There are legitimate reasons for storing name value pairs in a separate table, but fear of adding columns isn't one of them. For example, creating a name value table might, in some circumstances, make it easier for you to query a list of attributes. However, most database engines, including PDO in PHP include reflection methods whereby you can easily get a list of columns for a table (attributes for an entity).
Also, please note that your id field on User should be user_id, not just id, unless you're using Ruby, which forces just id. 'user_id' is preferred because with just id, your joins look like this:
ON u.id = up.user_id
Which seems odd, and the preferred way is this:
ON u.user_id = up.user_id
or more simply:
USING(user_id)
Don't be afraid to 'add yet another attribute'. It's normal, and it's okay.
I'd say the 2 separate tables especially if you are using ORM. In most cases its best to have each table correspond to a particular object and have its field or "attributes" be things that are required to describe that object.
You don't need 'show_photos' to describe a User but you do need it to describe UserPrivacy.
You should consider splitting the table if all of the privacy attributes are nullable and will most probably have values of NULL.
This will help you to keep the main table smaller.
If the privacy attributes will mostly be filled, there is no point in splitting the table, as it will require extra JOINs to fetch the data.
Since this appears to be a one to one relationship, I would normally keep it all in one table unless:
You would be near the limit of the number of bytes that can be stored in a row - then you should split it out.
Or if you will normally be querying the main table separately and won't need those fields much of the time.

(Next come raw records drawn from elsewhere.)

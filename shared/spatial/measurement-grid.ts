import { max, min } from 'simple-statistics';
import { booleanPointInPolygon } from '@turf/boolean-point-in-polygon';
import { point as turfPoint } from '@turf/helpers';
import { gridSpacing, pointsPerSide, GRID_ROUNDINGS, type GridRounding } from '../core/zone-stats';
import { distanceToOutline, isAnticlockwise, toTurfPolygon, type PlanPoint } from './polygon';
import type { ZoneKind } from './zone-assignment';

export { GRID_ROUNDINGS, type GridRounding };

/**
 * Planned measurement points for a zone (EN 12464-1 grid; formula and d rule in DOMAIN.md, section 5):
 *   p = 0.2 × 5^log10(d) m, p ≤ 10 m; d the longer side of the area, or the shorter when the sides
 *   differ by a factor of 2 or more; points per side from d / p (rounding: see GridRounding);
 *   cells with an aspect ratio between 0.5 and 2 (secondary); points at the cell centres;
 *   a wall band (0.5 m by default) excluded in rooms, none in task areas and outdoor areas.
 *
 * Luxtrail's own rules where the standard is silent:
 * - Outlines that are not rectangles: the grid is laid over the bounding box of the outline less the
 *   band on each side (axis-aligned with the plan), and only cell centres inside the outline and at
 *   least the band away from it are kept (so an L-shaped room keeps the points of its two arms).
 * - Narrow zones (corridors, walkways) whose bounding box is less than NARROW_ZONE_WIDTH_M wide and at
 *   least twice as long: a centreline row along the long axis is offered as the documented alternative.
 *   Its d is the row's length, so p = 0.2 × 5^log10(length), points at the centres of equal segments.
 */
export const NARROW_ZONE_WIDTH_M = 2.5;

/** Cell aspect ratio limits (EN 12464-1, secondary). */
export const CELL_ASPECT_MIN = 0.5;
export const CELL_ASPECT_MAX = 2;

export const GRID_LAYOUTS = ['full', 'centreline'] as const;
export type GridLayout = (typeof GRID_LAYOUTS)[number];

export const GRID_ROUNDING_TEXT: Record<GridRounding, string> = {
  next_higher: 'Points per side: the next higher integer of d / p (EN 12464-1:2011 wording)',
  nearest: 'Points per side: d / p rounded to the nearest integer (EN 12464-1:2021 as reported by secondary sources; unchecked against the text)',
};

export const GRID_LAYOUT_TEXT: Record<GridLayout, string> = {
  full: 'Full grid over the area (less the wall band in rooms)',
  centreline: `Centreline row for a narrow zone (narrower than ${NARROW_ZONE_WIDTH_M} m): one row along the long axis at spacing p from the row's length`,
};

export type GridZone = { kind: ZoneKind; wallBandM: number; polygon: readonly PlanPoint[] };

export type GridPoint = {
  /** Row from the top of the plan (highest y) starting at 0; column from the left starting at 0. */
  row: number;
  col: number;
  /** Row letters and column number, e.g. "B3"; the label is the zone code, a dash and this. */
  cell: string;
  xM: number;
  yM: number;
};

export type MeasurementGrid = {
  rounding: GridRounding;
  layout: GridLayout;
  /** Band taken off each edge: the zone's wall band for rooms, 0 for task areas and outdoor areas. */
  bandM: number;
  /** Lower-left and upper-right corners of the gridded box (outline's bounding box less the band). */
  box: { x0: number; y0: number; x1: number; y1: number };
  dM: number;
  spacingM: number;
  columns: number;
  rows: number;
  cellWidthM: number;
  cellHeightM: number;
  /** cellWidth / cellHeight; within 0.5..2 for a full grid. */
  cellAspect: number;
  /** Columns or rows added beyond d / p to keep the cell aspect within 0.5..2. */
  aspectAdjusted: boolean;
  rectangular: boolean;
  /** Cell centres of the box that fell outside the outline (or inside its band) and were dropped. */
  dropped: number;
  points: GridPoint[];
};

export class GridError extends Error {}

/** A, B, ..., Z, AA, AB, ... */
export function rowLetters(row: number): string {
  let n = row + 1;
  let s = '';
  while (n > 0) {
    const r = (n - 1) % 26;
    s = String.fromCharCode(65 + r) + s;
    n = Math.floor((n - 1) / 26);
  }
  return s;
}

export function gridLabel(zoneCode: string, row: number, col: number): string {
  return `${zoneCode}-${rowLetters(row)}${col + 1}`;
}

/** How a log's `point` is matched to a planned label: trimmed, case-insensitive. */
export function labelKey(label: string): string {
  return label.trim().toLowerCase();
}

/**
 * A short code for a zone, unique among `taken` (compared case-insensitively): the initials of its
 * words (first two letters of a one-word name), at most three letters, then any number in the name;
 * a digit is appended while the code is taken. "Office 1" → "OF1", "Reading room" → "RR", "Stairs" → "ST".
 */
export function zoneCode(name: string, taken: Iterable<string> = []): string {
  const used = new Set([...taken].map((t) => t.toLowerCase()));
  const words = name.normalize('NFKD').replace(/[^A-Za-z0-9 ]+/g, ' ').trim().split(/\s+/).filter(Boolean);
  const alpha = words.filter((w) => /^[A-Za-z]/.test(w));
  const digits = words.filter((w) => /^[0-9]+$/.test(w)).join('').slice(0, 3);
  let letters = alpha.length === 1 ? alpha[0].slice(0, 2) : alpha.map((w) => w[0]).join('').slice(0, 3);
  if (!letters) letters = 'Z';
  const base = (letters + digits).toUpperCase();
  if (!used.has(base.toLowerCase())) return base;
  for (let i = 2; ; i++) {
    const c = `${base}${digits ? '.' : ''}${i}`;
    if (!used.has(c.toLowerCase())) return c;
  }
}

function boundsOf(poly: readonly PlanPoint[]) {
  const xs = poly.map((p) => p[0]);
  const ys = poly.map((p) => p[1]);
  return { x0: min(xs), y0: min(ys), x1: max(xs), y1: max(ys) };
}

function isAxisRectangle(poly: readonly PlanPoint[], b: ReturnType<typeof boundsOf>): boolean {
  const eq = (u: number, v: number) => Math.abs(u - v) < 1e-9;
  return poly.length === 4 && poly.every((p) => (eq(p[0], b.x0) || eq(p[0], b.x1)) && (eq(p[1], b.y0) || eq(p[1], b.y1)));
}

/** True when the zone qualifies for the centreline row (bounding box narrower than NARROW_ZONE_WIDTH_M and at least twice as long). */
export function isNarrowZone(polygon: readonly PlanPoint[]): boolean {
  const b = boundsOf(polygon);
  const w = b.x1 - b.x0;
  const h = b.y1 - b.y0;
  const short = Math.min(w, h);
  const long = Math.max(w, h);
  return short < NARROW_ZONE_WIDTH_M && long >= 2 * short;
}

/**
 * Columns and rows for a box of width a and height b at spacing p: each side from its own length
 * over p, then the side whose cells are too long gets more points until the cell aspect lies in
 * 0.5..2 (more points only shorten cells, so the spacing stays at most p).
 */
export function cellCounts(a: number, b: number, p: number, rounding: GridRounding) {
  let cols = pointsPerSide(a, p, rounding);
  let rows = pointsPerSide(b, p, rounding);
  let adjusted = false;
  for (let guard = 0; guard < 10_000; guard++) {
    const aspect = a / cols / (b / rows);
    if (aspect > CELL_ASPECT_MAX + 1e-9) { cols = Math.ceil((a * rows) / (CELL_ASPECT_MAX * b) - 1e-9); adjusted = true; continue; }
    if (aspect < CELL_ASPECT_MIN - 1e-9) { rows = Math.ceil((b * cols) / (CELL_ASPECT_MAX * a) - 1e-9); adjusted = true; continue; }
    break;
  }
  return { cols, rows, adjusted };
}

/** The measurement grid for a zone; throws GridError when the band leaves no area to grid. */
export function measurementGrid(zone: GridZone, options: { rounding: GridRounding; layout?: GridLayout }): MeasurementGrid {
  const layout = options.layout ?? 'full';
  const rounding = options.rounding;
  if (zone.polygon.length < 3) throw new GridError('The zone has no outline to lay a grid over');
  const outer = boundsOf(zone.polygon);
  const rectangular = isAxisRectangle(zone.polygon, outer);
  const bandM = zone.kind === 'room' ? Math.max(0, zone.wallBandM) : 0;
  const box = { x0: outer.x0 + bandM, y0: outer.y0 + bandM, x1: outer.x1 - bandM, y1: outer.y1 - bandM };
  const a = box.x1 - box.x0; // across (x)
  const b = box.y1 - box.y0; // up (y)
  if (!(a > 1e-6) || !(b > 1e-6)) {
    throw new GridError(`The zone is ${(outer.x1 - outer.x0).toFixed(2)} m × ${(outer.y1 - outer.y0).toFixed(2)} m: its ${bandM} m wall band leaves no area to measure`);
  }

  let dM: number;
  let cols: number;
  let rows: number;
  let adjusted = false;
  if (layout === 'centreline') {
    if (!isNarrowZone(zone.polygon)) throw new GridError(`A centreline row is for zones narrower than ${NARROW_ZONE_WIDTH_M} m and at least twice as long; this zone is ${(outer.x1 - outer.x0).toFixed(2)} m × ${(outer.y1 - outer.y0).toFixed(2)} m`);
    dM = Math.max(a, b);
    const n = pointsPerSide(dM, gridSpacing(dM), rounding);
    if (a >= b) { cols = n; rows = 1; } else { cols = 1; rows = n; }
  } else {
    const long = Math.max(a, b);
    const short = Math.min(a, b);
    dM = long / short >= 2 ? short : long;
    ({ cols, rows, adjusted } = cellCounts(a, b, gridSpacing(dM), rounding));
  }
  const spacingM = gridSpacing(dM);
  const cw = a / cols;
  const ch = b / rows;

  const turf = rectangular ? null : toTurfPolygon(zone.polygon as PlanPoint[]);
  const points: GridPoint[] = [];
  let dropped = 0;
  for (let r = 0; r < rows; r++) {
    const y = box.y1 - (r + 0.5) * ch; // row A at the top of the plan
    for (let c = 0; c < cols; c++) {
      const x = box.x0 + (c + 0.5) * cw;
      if (turf) {
        const inside = booleanPointInPolygon(turfPoint([x, y]), turf, { ignoreBoundary: true });
        if (!inside || (bandM > 0 && distanceToOutline([x, y], zone.polygon) < bandM - 1e-9)) { dropped++; continue; }
      }
      points.push({ row: r, col: c, cell: `${rowLetters(r)}${c + 1}`, xM: x, yM: y });
    }
  }
  return {
    rounding, layout, bandM, box, dM, spacingM, columns: cols, rows, cellWidthM: cw, cellHeightM: ch, cellAspect: cw / ch,
    aspectAdjusted: adjusted, rectangular, dropped, points,
  };
}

If some columns is (not identifiable or dependent on the primary key) or (values from a definite/fixed set is being used repeatedly) of the Table make a Different Table for those columns and maintain a one to one relationship.
Why not have a User table and Features table, e.g.:
create table User ( id int primary key, name varchar(255) ... )
create table Features (
user_id int,
feature varchar(50),
enabled bit,
primary key (user_id, feature)
)
Then the data in your Features table would look like:
| user_id | feature | enabled
| -------------------------------
| 291 | show_photos | 1
| -------------------------------
| 291 | show_name | 1
| -------------------------------
| 292 | show_photos | 0
| -------------------------------
| 293 | show_name | 0
I would suggest something differnet. It seems likely that in the future you will be asked for 'yet another attribute' to manage. Rather than add a column, you could just add a row to an attributes table:
TABLE Attribute
(
ID
Name
)
TABLE User
(
ID
...
)
TABLE UserAttributes
(
UserID FK Users.ID
Attribute FK Attributes.ID
Value...
)
Good comments from everyone. I should have been clearer in my response.
We do this quite a bit to handle special-cases where customers ask us to tailor our site for them in some way. We never 'pivot' the NVP's into columns in a query - we're always querying "should I do this here?" by looking for a specific attribute listed for a customer. If it is there, that's a 'true'. So rather than having these be a ton of boolean-columns, most of which would be false or NULL for most customers, AND the tendency for these features to grow in number, this works well for us.